• Data supplied

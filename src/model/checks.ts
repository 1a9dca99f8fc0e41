// The model's checks, run by the member-check module (src/check): this file only converts the
// model's limits to SI, hands them over, and re-expresses the results in the model's units.
import type { BeamSolution } from "../beam/index.js";
import {
  checkDeflection,
  checkMember,
  memberSection,
  memberStresses,
  spanDeflections,
  type CheckResult,
  type DeflectionLimit,
  type MemberCheck,
  type MemberLimits,
  type PeakBendingStress,
  type SpanDeflection,
} from "../check/index.js";
import { FlexuraError, isFlexuraError, type IssuePath } from "../errors/index.js";
import { connectedPieces } from "../section/index.js";
import type { ModelCheck, ModelScale, ModelStress, ModelStressExtreme, ModelWarning } from "./analysis.js";
import type { Model, ModelDeflectionLimit } from "./model.js";
import { isMultiMaterial, type SectionInSI } from "./model-section.js";
import type { ModelBuiltUpSection } from "./section-types.js";

const fmt = (x: number): string => String(Number(x.toPrecision(6)));

/**
 * A model's deflection limit as the check module's, in SI: `span/N` applies to cantilevers as
 * their own length / N (factor 1, as the model format has always said).
 */
export function deflectionLimitInSI(limit: ModelDeflectionLimit, scale: ModelScale): DeflectionLimit {
  return limit.kind === "ratio" ? { kind: "ratio", ratio: limit.ratio, cantileverFactor: 1 } : { kind: "absolute", limit: limit.value * scale.deflection };
}

/** The model's limits as the check module's, in SI (N/m^2, m). */
export function memberLimitsInSI(model: Model, scale: ModelScale): MemberLimits {
  const { deflection, bendingStress, shearStress } = model.limits;
  return {
    ...(deflection === undefined ? {} : { deflection: deflectionLimitInSI(deflection, scale) }),
    ...(bendingStress === undefined ? {} : { bendingStress: bendingStress * scale.stress }),
    ...(shearStress === undefined ? {} : { shearStress: shearStress * scale.stress }),
  };
}

/** What the model reports of the checks: each check in model units, and the stresses when there is a section. */
export interface ModelVerdicts {
  /** The checks, in the model's units. */
  readonly checks: ModelCheck[];
  /** The peak stresses, when the model has a section. */
  readonly stress?: ModelStress;
}

function deflectionDescription(model: Model, d: SpanDeflection, scale: ModelScale): string {
  const limit = model.limits.deflection;
  const what = `${d.spanKind} ${d.span + 1} (${fmt(d.from / scale.length)} to ${fmt(d.to / scale.length)} ${model.units.length})`;
  const against = limit === undefined || limit.kind === "ratio" ? `its length/${fmt(limit?.ratio ?? 0)}` : `${fmt(limit.value)} ${model.units.deflection}`;
  return `deflection of ${what} against ${against}`;
}

function inModelUnits(c: CheckResult, model: Model, scale: ModelScale, context: { deflections: readonly SpanDeflection[]; part?: number }): ModelCheck {
  const base = { demand: 0, capacity: 0, utilisation: c.utilisation, pass: c.pass, at: c.at.x / scale.length };
  const units = model.units;
  switch (c.check) {
    case "deflection": {
      const d = context.deflections[c.at.span ?? 0];
      const span = c.at.span ?? 0;
      const description = d === undefined ? "deflection" : deflectionDescription(model, d, scale);
      return { kind: "deflection", ...base, demand: c.demand / scale.deflection, capacity: c.capacity / scale.deflection, unit: units.deflection, description, span };
    }
    case "bending-tension":
    case "bending-compression": {
      const sense = c.check === "bending-tension" ? "tension" : "compression";
      // Text numbers parts from 1, as spans and supports are; the `part` field stays the index into `section.parts`.
      const inPart = context.part === undefined ? "" : ` in part ${context.part + 1}`;
      const capacity = c.capacity / scale.stress;
      return {
        kind: c.check,
        ...base,
        demand: c.demand / scale.stress,
        capacity,
        unit: units.stress,
        description: `extreme-fibre bending stress (${sense})${inPart} against ${fmt(capacity)} ${units.stress}`,
        ...(c.at.fibre === undefined ? {} : { fibre: c.at.fibre }),
        ...(c.at.y === undefined ? {} : { y: c.at.y / scale.sectionLength }),
        ...(context.part === undefined ? {} : { part: context.part }),
      };
    }
    case "shear-stress": {
      const capacity = c.capacity / scale.stress;
      return {
        kind: "shear-stress",
        ...base,
        demand: c.demand / scale.stress,
        capacity,
        unit: units.stress,
        description: `peak shear stress${context.part === undefined ? "" : ` in part ${context.part + 1}`} against ${fmt(capacity)} ${units.stress}`,
        ...(c.at.y === undefined ? {} : { y: c.at.y / scale.sectionLength }),
        ...(context.part === undefined ? {} : { part: context.part }),
      };
    }
    default:
      return c.check satisfies never;
  }
}

function extremeOf(p: PeakBendingStress, scale: ModelScale, multiMaterial: boolean): ModelStressExtreme {
  return { value: p.stress / scale.stress, at: p.x / scale.length, y: p.y / scale.sectionLength, ...(multiMaterial && p.part >= 0 ? { part: p.part } : {}) };
}

function stressOf(r: Pick<MemberCheck, "stresses">, scale: ModelScale, multiMaterial: boolean): ModelStress {
  const s = r.stresses;
  const v = s.shear;
  return {
    tension: extremeOf(s.tension, scale, multiMaterial),
    compression: extremeOf(s.compression, scale, multiMaterial),
    ...(v === null || v.shear === 0 ? {} : { shear: { value: v.stress / scale.stress, at: v.x / scale.length, y: v.y / scale.sectionLength } }),
    ...(!multiMaterial || v === null || v.shear === 0 || s.shearByPart.length === 0
      ? {}
      : { shearByPart: s.shearByPart.map((p) => ({ part: p.part, value: p.stress / scale.stress, at: p.x / scale.length, y: p.y / scale.sectionLength })) }),
  };
}

/**
 * For a section of several materials: the allowable bending stress of each part in SI (a part's
 * own, else `limits.bendingStress` for parts of the model's material; null for holes and for
 * parts of another material without one), and the parts of another material left unchecked.
 */
function partAllowables(model: Model, section: ModelBuiltUpSection, scale: ModelScale, which: "bendingStress" | "shearStress"): { byPart: (number | null)[]; unchecked: number[] } {
  const common = model.limits[which];
  const unchecked: number[] = [];
  const byPart = section.parts.map((p, i) => {
    if (p.hole) return null;
    const own = p[which];
    if (own !== undefined) return own * scale.stress;
    if (p.material === undefined && p.modularRatio === undefined) return common === undefined ? null : common * scale.stress;
    unchecked.push(i);
    return null;
  });
  return { byPart, unchecked: byPart.some((b) => b !== null) ? unchecked : [] };
}

/** A path into the check module's limits as a path into the model: a part's allowable is its own `bendingStress` or `shearStress`, else the common one. */
function limitPathInModel(model: Model, path: IssuePath): IssuePath {
  const which = path[1] === "bendingStressByPart" ? "bendingStress" : path[1] === "shearStressByPart" ? "shearStress" : undefined;
  if (which === undefined || typeof path[2] !== "number") return path;
  const section = model.section;
  const part = section !== undefined && isMultiMaterial(section) ? section.parts[path[2]] : undefined;
  return part?.[which] === undefined ? ["limits", which] : ["section", "parts", path[2], which];
}

/** Runs the check module on a member with a section; its problems are reported under `section`. */
function withSection(model: Model, solution: BeamSolution, section: SectionInSI, scale: ModelScale, warnings: ModelWarning[]): ModelVerdicts {
  const built = model.section !== undefined && isMultiMaterial(model.section) ? model.section : undefined;
  const multi = built === undefined ? undefined : partAllowables(model, built, scale, "bendingStress");
  const multiShear = built === undefined ? undefined : partAllowables(model, built, scale, "shearStress");
  const { bendingStress: _common, shearStress: _commonShear, ...others } = memberLimitsInSI(model, scale);
  const limits: MemberLimits =
    multi === undefined || multiShear === undefined
      ? memberLimitsInSI(model, scale)
      : { ...others, bendingStressByPart: multi.byPart, ...(multiShear.byPart.some((b) => b !== null) ? { shearStressByPart: multiShear.byPart } : {}) };
  const unchecked = (list: readonly number[], what: string, field: string): void => {
    if (list.length === 0) return;
    warnings.push({
      code: `part-${field === "bendingStress" ? "bending" : "shear"}-stress-not-checked`,
      message: `The ${what} in part${list.length === 1 ? "" : "s"} ${list.join(", ")} of the section is not checked: a part of its own material needs its own "${field}".`,
    });
  };
  unchecked(multi?.unchecked ?? [], "bending stress", "bendingStress");
  unchecked(multiShear?.unchecked ?? [], "shear stress", "shearStress");
  const pieces = section.geometry.parts.length > 1 ? connectedPieces(section.geometry) : [];
  if (pieces.length > 1) {
    warnings.push({
      code: "section-not-connected",
      message: `The section is in ${pieces.length} separate pieces (parts ${pieces.map((p) => `[${p.join(", ")}]`).join(", ")}): its bending properties assume they act together, joined by connectors the model does not describe, and no shear stress is given (a shear-stress limit cannot be checked). Make the parts meet along an edge.`,
    });
  }
  const member = memberSection(section.geometry, section.referenceModulus === undefined ? undefined : { referenceModulus: section.referenceModulus });
  const anyLimit =
    limits.bendingStress !== undefined || limits.shearStress !== undefined || limits.deflection !== undefined || [...(limits.bendingStressByPart ?? []), ...(limits.shearStressByPart ?? [])].some((b) => b !== null);
  let r: Pick<MemberCheck, "checks" | "stresses" | "deflections">;
  try {
    // With no limit there is nothing to check (checkMember refuses to give a verdict then): the stresses alone.
    r = anyLimit ? checkMember(solution, member, limits) : { checks: [], stresses: memberStresses(solution, member), deflections: [] };
  } catch (e) {
    if (!isFlexuraError(e)) throw e;
    throw new FlexuraError(e.issues.map((i) => ({ ...i, path: i.path[0] === "limits" ? limitPathInModel(model, i.path) : ["section"] })));
  }
  // checkMember names the part of each per-part check in its location
  const withPart = r.checks.map((c) => (c.at.part === undefined ? { c } : { c, part: c.at.part }));
  // Deflection checks first, then stresses: the order the model's results have always had.
  const ordered = [...withPart.filter((x) => x.c.check === "deflection"), ...withPart.filter((x) => x.c.check !== "deflection")];
  const checks = ordered.map((x) => inModelUnits(x.c, model, scale, { deflections: r.deflections, ...(x.part === undefined ? {} : { part: x.part }) }));
  return { checks, stress: stressOf(r, scale, section.referenceModulus !== undefined) };
}

/**
 * The model's checks and stresses, all decided by the check module: with a section,
 * `checkMember` on the member in SI; without one, its deflection checks span by span (stress
 * limits then cannot be checked: the warning `stress-limit-without-section` is added).
 */
export function modelVerdicts(model: Model, solution: BeamSolution, section: SectionInSI | undefined, scale: ModelScale, warnings: ModelWarning[]): ModelVerdicts {
  if (section !== undefined) return withSection(model, solution, section, scale, warnings);
  const { bendingStress, shearStress, deflection } = model.limits;
  if (bendingStress !== undefined || shearStress !== undefined) {
    warnings.push({ code: "stress-limit-without-section", message: 'The stress limits are not checked: give a "section" so that stresses can be computed.' });
  }
  if (deflection === undefined) return { checks: [] };
  const limit = deflectionLimitInSI(deflection, scale);
  const deflections = spanDeflections(solution);
  const checks = deflections.map((d) =>
    checkDeflection(d.deflection, d.to - d.from, limit, { cantilever: d.spanKind === "cantilever", at: { x: d.at, span: d.span } }),
  );
  return { checks: checks.map((c) => inModelUnits(c, model, scale, { deflections })) };
}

• The problem
Begin with the line that has "model's units. */" in the listing above and end after the line that has "const limit = model.limits.deflection;"; output those lines exactly.

• Answer
  /** The checks, in the model's units. */
  readonly checks: ModelCheck[];
  /** The peak stresses, when the model has a section. */
  readonly stress?: ModelStress;
}

function deflectionDescription(model: Model, d: SpanDeflection, scale: ModelScale): string {
  const limit = model.limits.deflection;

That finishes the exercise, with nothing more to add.